Continuing their string of violence into the early morning of April 15, the mob chased after Will Allen, who had been accused of a recent murder without evidence. He tried to hide from the mob, but was kidnapped and hanged from the same tower in the town square. Police and county officials did not act to prevent any of these lynchings.
Evidence of lynchings in Kansas extend to Saline County, where a Black man was arrested in 1893 for allegedly injuring a White boy with a razor. Rumors of a possible lynching convinced the sheriff to arrange transfer of suspect Dana Adams to Leavenworth by railroad. Adams was placed in a Union Pacific passenger car, but vigilantes unhitched the car as the train pulled away. The crowd gained access to Adams and hung him a telegraph pole at the station. No arrests were made in the slaying.
Nat Oliphant, Topeka, KS
In 1889, well-known burglar Nat Oliphant was arrested in the death of A.T. Rogers of Topeka. A crowd gathered at the jail managed to punch a hole in the building’s wall and gain entrance to the cell block. They threw a rope around Oliphant to drag him down the stairs and out of the jail. He was hanged from a pole near First National Bank building downtown. His body was reportedly cut down and put on display by a local undertaker. After burial, the corpse was stolen.

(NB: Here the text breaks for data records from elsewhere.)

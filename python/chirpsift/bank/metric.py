"""The match metric of TaylorF2 templates, and coordinates in which it is flat.

The TaylorF2 phase is linear in its post-Newtonian coefficients: with ``x = f / f_low``,

``Psi(f) = 2 pi f t_c - phi_c + sum_a lambda_a b_a(x)``,

over eight basis functions ``b_a`` (``x^(-5/3), x^(-1), x^(-2/3), x^(-1/3), ln x,
x^(1/3), x^(1/3) ln x, x^(2/3)``), each coefficient ``lambda_a`` a function of the
masses and aligned spins. For templates of equal amplitude shape the mismatch of
two nearby templates is, to second order (Owen 1996),

``1 - match = g_ab d(lambda_a) d(lambda_b)``,

``g_ab = (1/2) (J[b_a b_b] - J[b_a] J[b_b]) - (time term)``, projected over ``t_c``
and ``phi_c``, with ``J[q] = int q(f) f^(-7/3) / S(f) df / int f^(-7/3) / S(f) df``.
Because ``g`` does not depend on ``lambda``, the coordinates ``xi = W lambda`` with
``W^T W = g`` are globally flat: the mismatch is ``|d xi|^2`` everywhere (the
approach of Brown et al. 2012, from memory). Templates of a region form a curved
2-D (non-spinning) or 3- to 4-D (aligned-spin) surface in this 8-D space; placement
works on that surface.

References
----------
.. [1] Owen, B. J. 1996, PRD 53, 6749, arXiv:gr-qc/9511032.
.. [2] Owen, B. J. and Sathyaprakash, B. S. 1999, PRD 60, 022002, arXiv:gr-qc/9808076.
.. [3] Brown, D. A. et al. 2012, PRD 86, 084017, arXiv:1207.6406 (flat coordinates
   from the PN coefficients; from memory).
"""

from __future__ import annotations

from dataclasses import dataclass

import numpy as np

from ..reference.constants import T_SUN
from ..reference.waveform import taylorf2_coefficients
from ..spectrum import psd_on_grid

__all__ = ["projected_metric", "pn_coefficients", "FlatCoordinates", "flat_coordinates", "BASIS_NAMES"]

#: The basis functions of the phase, in the order of :func:`pn_coefficients`.
BASIS_NAMES = ("x^(-5/3)", "x^(-1)", "x^(-2/3)", "x^(-1/3)", "ln x", "x^(1/3)", "x^(1/3) ln x", "x^(2/3)")
#: Frequencies the moments are integrated over, log-spaced from f_low to the upper
#: cutoff. Doubling it changes the metric entries by less than 1e-6 (relative), for
#: both the analytic check of tests/test_bank_metric.py and a 30-2048 Hz design curve.
MOMENT_SAMPLES = 8192


def _basis(x: np.ndarray) -> np.ndarray:
    lx = np.log(x)
    c = np.cbrt(x)
    return np.stack([x ** (-5.0 / 3.0), 1.0 / x, 1.0 / (c * c), 1.0 / c, lx, c, c * lx, c * c])


def projected_metric(basis: np.ndarray, weight: np.ndarray, x: np.ndarray) -> np.ndarray:
    """Metric of phase coefficients, projected over coalescence time and phase.

    Parameters
    ----------
    basis : ndarray, shape (n_basis, n_x)
        Phase basis functions at ``x`` (the phase is ``sum_a lambda_a basis[a]``).
    weight : ndarray, shape (n_x,)
        ``f^(-7/3) / S(f)`` at ``x`` (any scale): the SNR density of a TaylorF2 template.
    x : ndarray, shape (n_x,)
        Increasing dimensionless frequencies ``f / f_0``; the time coordinate is
        ``lambda_t = 2 pi f_0 t_c`` with basis ``x``.

    Returns
    -------
    ndarray, shape (n_basis, n_basis)
        ``g`` with ``1 - match = g_ab d(lambda_a) d(lambda_b)`` to second order.

    Notes
    -----
    With moments ``J[q]`` (weighted averages over the band), the metric before the time
    projection is ``gamma_ab = (J[psi_a psi_b] - J[psi_a] J[psi_b]) / 2`` over
    ``psi = (x, basis)`` (the phase projection is the subtraction of the means);
    projecting out the time coordinate ``0`` gives
    ``g_ij = gamma_ij - gamma_0i gamma_0j / gamma_00`` (Owen 1996; Owen &
    Sathyaprakash 1999, their moments ``J(q)``).

    References
    ----------
    .. [1] Owen, B. J. and Sathyaprakash, B. S. 1999, PRD 60, 022002, arXiv:gr-qc/9808076.

    Examples
    --------
    Newtonian and 1.5PN terms only, flat noise from 40 to 1000 Hz
    (``theta0, theta3`` coordinates):

    >>> import numpy as np
    >>> from chirpsift.bank.metric import projected_metric
    >>> x = np.geomspace(1.0, 25.0, 20001)
    >>> b = np.stack([0.6 * x ** (-5 / 3), -1.5 * x ** (-2 / 3)])
    >>> np.round(projected_metric(b, x ** (-7 / 3), x), 5)
    array([[ 0.00948, -0.01449],
           [-0.01449,  0.0231 ]])
    """
    psi = np.vstack([x[None, :], basis])
    # trapezoid weights in x
    dx = np.diff(x)
    q = np.zeros_like(x)
    q[:-1] += 0.5 * dx
    q[1:] += 0.5 * dx
    w = weight * q
    w = w / w.sum()
    mean = psi @ w
    centred = psi - mean[:, None]
    gamma = 0.5 * (centred * w) @ centred.T
    g = gamma[1:, 1:] - np.outer(gamma[0, 1:], gamma[0, 1:]) / gamma[0, 0]
    return 0.5 * (g + g.T)


def pn_coefficients(m1, m2, chi1, chi2, f_low: float) -> np.ndarray:
    """Coefficients ``lambda_a`` of the TaylorF2 phase on the basis :data:`BASIS_NAMES`.

    Parameters
    ----------
    m1, m2 : array_like
        Component masses (solar masses).
    chi1, chi2 : array_like
        Aligned dimensionless spins.
    f_low : float
        The frequency ``f_0`` the basis is scaled by (``x = f / f_0``), Hz.

    Returns
    -------
    ndarray, shape (8, n)
        The phase minus its time, phase and constant terms is ``lambda @ basis(x)``;
        constants (the ``ln`` parts that do not multiply ``f``) go to ``phi_c``.

    Notes
    -----
    From ``Psi = 3 / (128 eta v^5) sum_k psi_k v^k`` with ``v = (pi M f)^(1/3)``
    (coefficients ``psi_k``: :func:`chirpsift.reference.taylorf2_coefficients`, with
    their references), ``v^(k-5) = (pi M f_0)^((k-5)/3) x^((k-5)/3)``; the 2.5PN term
    ``psi_5 (1 + 3 ln v)`` contributes ``psi_5 ln x`` and the 3PN
    ``-(6848/21) ln(4 v) v`` contributes ``-(6848/63) (pi M f_0)^(1/3) x^(1/3) ln x``
    plus a multiple of ``x^(1/3)``.

    Examples
    --------
    >>> from chirpsift.bank.metric import pn_coefficients
    >>> lam = pn_coefficients(1.4, 1.4, 0.0, 0.0, 40.0)
    >>> round(float(lam[0, 0]), 1)  # (3/5) theta0 of Owen & Sathyaprakash 1999
    3749.2
    """
    m1, m2, chi1, chi2 = (np.atleast_1d(np.asarray(a, dtype=np.float64)) for a in (m1, m2, chi1, chi2))
    m1, m2, chi1, chi2 = np.broadcast_arrays(m1, m2, chi1, chi2)
    m = m1 + m2
    eta = m1 * m2 / (m * m)
    psi = taylorf2_coefficients(m1, m2, chi1, chi2)
    u = np.pi * m * T_SUN * f_low  # v_0^3
    pre = 3.0 / (128.0 * eta)
    lam = np.empty((8,) + m.shape)
    lam[0] = pre * u ** (-5.0 / 3.0) * psi[0]
    lam[1] = pre / u * psi[2]
    lam[2] = pre * u ** (-2.0 / 3.0) * psi[3]
    lam[3] = pre * u ** (-1.0 / 3.0) * psi[4]
    lam[4] = pre * psi[5]
    log_coef = 6848.0 / 21.0
    lam[5] = pre * np.cbrt(u) * (psi[6] - log_coef * (np.log(4.0) + np.log(u) / 3.0))
    lam[6] = -pre * np.cbrt(u) * log_coef / 3.0
    lam[7] = pre * u ** (2.0 / 3.0) * psi[7]
    return lam


@dataclass(frozen=True)
class FlatCoordinates:
    """Map from template parameters to coordinates where the mismatch is ``|d xi|^2``.

    Attributes
    ----------
    f_low, f_high : float
        Band of the metric (Hz).
    metric : ndarray, shape (8, 8)
        :func:`projected_metric` of the phase basis under the noise curve.
    transform : ndarray, shape (r, 8)
        ``W`` with ``W^T W = metric`` (``r`` = the metric's numerical rank).
    """

    f_low: float
    f_high: float
    metric: np.ndarray
    transform: np.ndarray

    def __call__(self, m1, m2, chi1=0.0, chi2=0.0) -> np.ndarray:
        """Flat coordinates ``xi``, shape ``(n, r)``, of templates ``(m1, m2, chi1, chi2)``."""
        return (self.transform @ pn_coefficients(m1, m2, chi1, chi2, self.f_low)).T


#: Eigenvalues of the metric below this fraction of the largest are numerically zero
#: (directions the band cannot resolve); 1e-14 keeps every direction whose
#: mismatch per unit coefficient is above round-off.
_RANK_TOLERANCE = 1e-14


def flat_coordinates(psd, f_low: float, f_high: float) -> FlatCoordinates:
    """Flat coordinates for templates observed from ``f_low`` to ``f_high`` in noise ``psd``.

    Parameters
    ----------
    psd : str, callable or (freqs, values)
        Noise curve, as :func:`chirpsift.spectrum.psd_on_grid` takes it.
    f_low, f_high : float
        Band (Hz). Templates that end earlier (ISCO below ``f_high``) have a metric a
        little smaller than this one, so a bank laid out with it is a little denser
        than it need be there, never sparser.

    Returns
    -------
    FlatCoordinates

    Examples
    --------
    >>> from chirpsift.bank.metric import flat_coordinates
    >>> xi = flat_coordinates("gen2-zero-detuned", 30.0, 2048.0)
    >>> a, b = xi(1.4, 1.4), xi(1.41, 1.39)
    >>> float(((a - b) ** 2).sum()) < 0.03   # mismatch of nearby templates
    True
    """
    x = np.geomspace(1.0, f_high / f_low, MOMENT_SAMPLES)
    f = x * f_low
    s = _psd_at(psd, f)
    with np.errstate(divide="ignore"):
        weight = np.where(np.isfinite(s) & (s > 0), f ** (-7.0 / 3.0) / np.where(s > 0, s, 1.0), 0.0)
    if not weight.any():
        raise ValueError(f"psd is infinite over the whole band [{f_low}, {f_high}] Hz")
    g = projected_metric(_basis(x), weight, x)
    vals, vecs = np.linalg.eigh(g)
    keep = vals > _RANK_TOLERANCE * vals.max()
    transform = (np.sqrt(vals[keep])[:, None] * vecs[:, keep].T)[::-1]
    return FlatCoordinates(float(f_low), float(f_high), g, transform)


def _psd_at(psd, f: np.ndarray) -> np.ndarray:
    """Evaluate the PSD at the moment frequencies.

    On a uniform grid by the one rule that reads a PSD
    (:func:`chirpsift.spectrum.psd_on_grid`), then linearly interpolated (the grid's
    spacing, ``f_low / 64``, is far finer than the curve's features).
    """
    df = f[0] / 64.0
    n = int(np.ceil(f[-1] / df)) + 2
    grid = psd_on_grid(psd, df, n)
    return np.interp(f, np.arange(n) * df, grid)
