"""``chirpsift bank``: place a template bank over a region and, optionally, check its coverage.

Writes the bank (``.parquet`` or ``.npz``, the layout of :class:`chirpsift.Bank`, with the
placement in its metadata) atomically; with ``--coverage N`` also ``<bank>-coverage.png``
(fitting factor over the mass plane) and ``<bank>-coverage.json`` (the summary).
"""

from __future__ import annotations

import argparse
import time
from pathlib import Path

__all__ = ["HELP", "add_arguments", "run"]

HELP = "place a template bank covering a region at a minimal match, and check its coverage"

_PAIRS = ("m1", "m2", "chi1", "chi2", "mtotal", "mass-ratio")


def add_arguments(parser: argparse.ArgumentParser) -> None:
    """Add the flags of ``chirpsift bank`` to ``parser``."""
    from ..cli._types import Once, positive_int
    from .config import PLACEMENT_KEYS

    parser.description = (
        "Place the templates of a bank so that every binary of a region keeps at least the minimal match "
        "(fraction of its optimal SNR) with its best template: a hexagonal lattice in flat metric "
        "coordinates for non-spinning regions, stochastic placement with spins, then points whose exact "
        "fitting factor falls short become templates. Give the region by flags or in a TOML file's [bank] "
        "table (the same keys, kebab-case); flags win."
    )
    parser.add_argument("output", metavar="BANK", help="bank file to write: .parquet or .npz")
    parser.add_argument("--config", metavar="FILE.toml", action=Once, what="file",
                        help="read the region and settings from this file's [bank] table")
    g = parser.add_argument_group("region")
    for key in _PAIRS:
        g.add_argument(f"--{key}", nargs=2, metavar=("LO", "HI"), help=PLACEMENT_KEYS[key])
    g = parser.add_argument_group("placement")
    for key in ("psd", "f-low", "minimal-match", "sample-rate", "seed", "method", "max-templates"):
        g.add_argument(f"--{key}", metavar=key.upper().replace("-", "_"), help=PLACEMENT_KEYS[key])
    g = parser.add_argument_group("coverage")
    g.add_argument("--coverage", type=positive_int, metavar="N",
                   help="draw N points uniformly in the region (in component masses and spins) and write "
                        "their fitting factors as <bank>-coverage.png and the summary as <bank>-coverage.json")
    g.add_argument("--coverage-seed", type=int, default=1, metavar="N",
                   help="seed of the coverage points (default: %(default)s; not the placement's)")
    parser.add_argument("--progress", action=argparse.BooleanOptionalAction, default=True,
                        help="show progress on stderr (default: on)")


def _flag_value(key: str, text: str):
    from ..cli._errors import UsageError

    if key in ("psd", "method"):
        return text
    try:
        return int(text) if key in ("seed", "max-templates") else float(text)
    except ValueError:
        kind = "an integer" if key in ("seed", "max-templates") else "a number"
        raise UsageError(f"--{key} must be {kind}, got {text!r}") from None


def _table(args) -> tuple[dict, str]:
    from ..cli._errors import UsageError
    from ..io.readers import read_toml

    table, where = {}, "flags"
    if args.config is not None:
        _, doc = read_toml(args.config, what="--config file")
        if "bank" not in doc or not isinstance(doc["bank"], dict):
            raise UsageError(f"--config {args.config!r} has no [bank] table")
        table, where = dict(doc["bank"]), f"{args.config} [bank]"
    for key in _PAIRS + ("psd", "f-low", "minimal-match", "sample-rate", "seed", "method", "max-templates"):
        value = getattr(args, key.replace("-", "_"))
        if value is None:
            continue
        table[key] = [_flag_value(key, v) for v in value] if key in _PAIRS else _flag_value(key, value)
    return table, where


def _flags(message: str) -> str:
    """Speak of flags, not table keys or API keywords, in a message about flag values."""
    import re

    message = message.removeprefix("flags: ")
    for key in ("mass_ratio", "minimal_match", "f_low", "sample_rate", "max_templates"):
        message = message.replace(key, "--" + key.replace("_", "-"))
    return re.sub(r"(?<![\w'-])(m1|m2|chi1|chi2|mtotal|mass-ratio|psd|f-low|minimal-match|sample-rate|seed|method|"
                  r"max-templates)(?![\w'-])", r"--\1", message)


def run(args) -> int:
    """Run ``chirpsift bank`` from parsed arguments (see :func:`add_arguments`)."""
    from ..cli._errors import UsageError
    from ..io.atomic import write_json_atomic
    from .config import placement_arguments
    from .coverage import bank_coverage
    from .place import FILL_TARGET, place_bank
    from .plot import plot_coverage

    out = Path(args.output)
    if out.suffix.lower() not in (".parquet", ".npz"):
        raise UsageError(f"BANK {args.output!r} must end in .parquet or .npz")
    if out.exists() and out.is_dir():
        raise UsageError(f"BANK {args.output!r} is a folder")
    if args.config is not None and Path(args.config).resolve() == out.resolve():
        raise UsageError(f"BANK {args.output!r} is the --config file; it would be overwritten")
    table, where = _table(args)
    try:
        kwargs = placement_arguments(table, where)
    except ValueError as exc:
        raise UsageError(_flags(str(exc)) if where == "flags" else str(exc)) from None
    started = time.perf_counter()
    try:
        bank = place_bank(**kwargs, progress=args.progress)
    except ValueError as exc:
        raise UsageError(_flags(str(exc)) if where == "flags" else f"{where}: {exc}") from None
    bank.save(out)
    meta = bank.metadata
    edges = meta["metric_estimate_with_edges"]
    estimate = f"{meta['metric_estimate']:.0f} for an ideal lattice" + (
        f", {edges:.0f} counting the region's edges" if edges != meta["metric_estimate"] else "")
    print(f"Placed {len(bank)} templates in {time.perf_counter() - started:.1f} s ({meta['method']}, minimal "
          f"match {meta['minimal_match']:g}; metric estimate {estimate}); wrote {out}")
    if meta["last_check_fraction_below"] >= FILL_TARGET:
        print(f"Note: after {meta['check_rounds']} check rounds {100 * meta['last_check_fraction_below']:.2f}% of "
              "the last draw was still below the minimal match; check the coverage (--coverage N).")
    if args.coverage:
        started = time.perf_counter()
        cov = bank_coverage(bank, args.coverage, seed=args.coverage_seed, progress=args.progress)
        stem = out.with_suffix("")
        png, summary = Path(f"{stem}-coverage.png"), Path(f"{stem}-coverage.json")
        plot_coverage(cov, bank, png)
        doc = {"bank": str(out), "templates": len(bank), "placement": meta, "coverage": cov.summary,
               "measure": "points uniform in component masses and spins over the region, after its cuts",
               "seed": args.coverage_seed}
        write_json_atomic(summary, doc)
        s = cov.summary
        print(f"Coverage of {s['points']} points in {time.perf_counter() - started:.1f} s: "
              f"{100 * s['fraction_covered']:.2f}% reach {s['minimal_match']:g}; minimum {s['minimum']:.4f}, "
              f"0.1/1/5 percentiles {s['percentile_0.1']:.4f} / {s['percentile_1']:.4f} / "
              f"{s['percentile_5']:.4f}, median {s['median']:.4f}")
        print(f"Wrote {png} and {summary}.")
    return 0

John Lawrence, Crawford County, KS
The southeast Kansas county of Crawford was witness in 1885 to the lynching of John Lawrence, 17. He was suspected of assaulting a girl. About 20 men broke down the door to Girard’s jail and proceeded to hang the Black man from rafters of an unfinished home. News accounts say the girl’s father emptied a handgun into Lawrence before the crowd dispersed.
She said records of lynchings were incomplete in Kansas and the names of some victims have been lost. But the goal of hordes who sidestepped the legal system to impose their version of justice did little to obscure their intent to kill people and send a message to others in their communities, she said.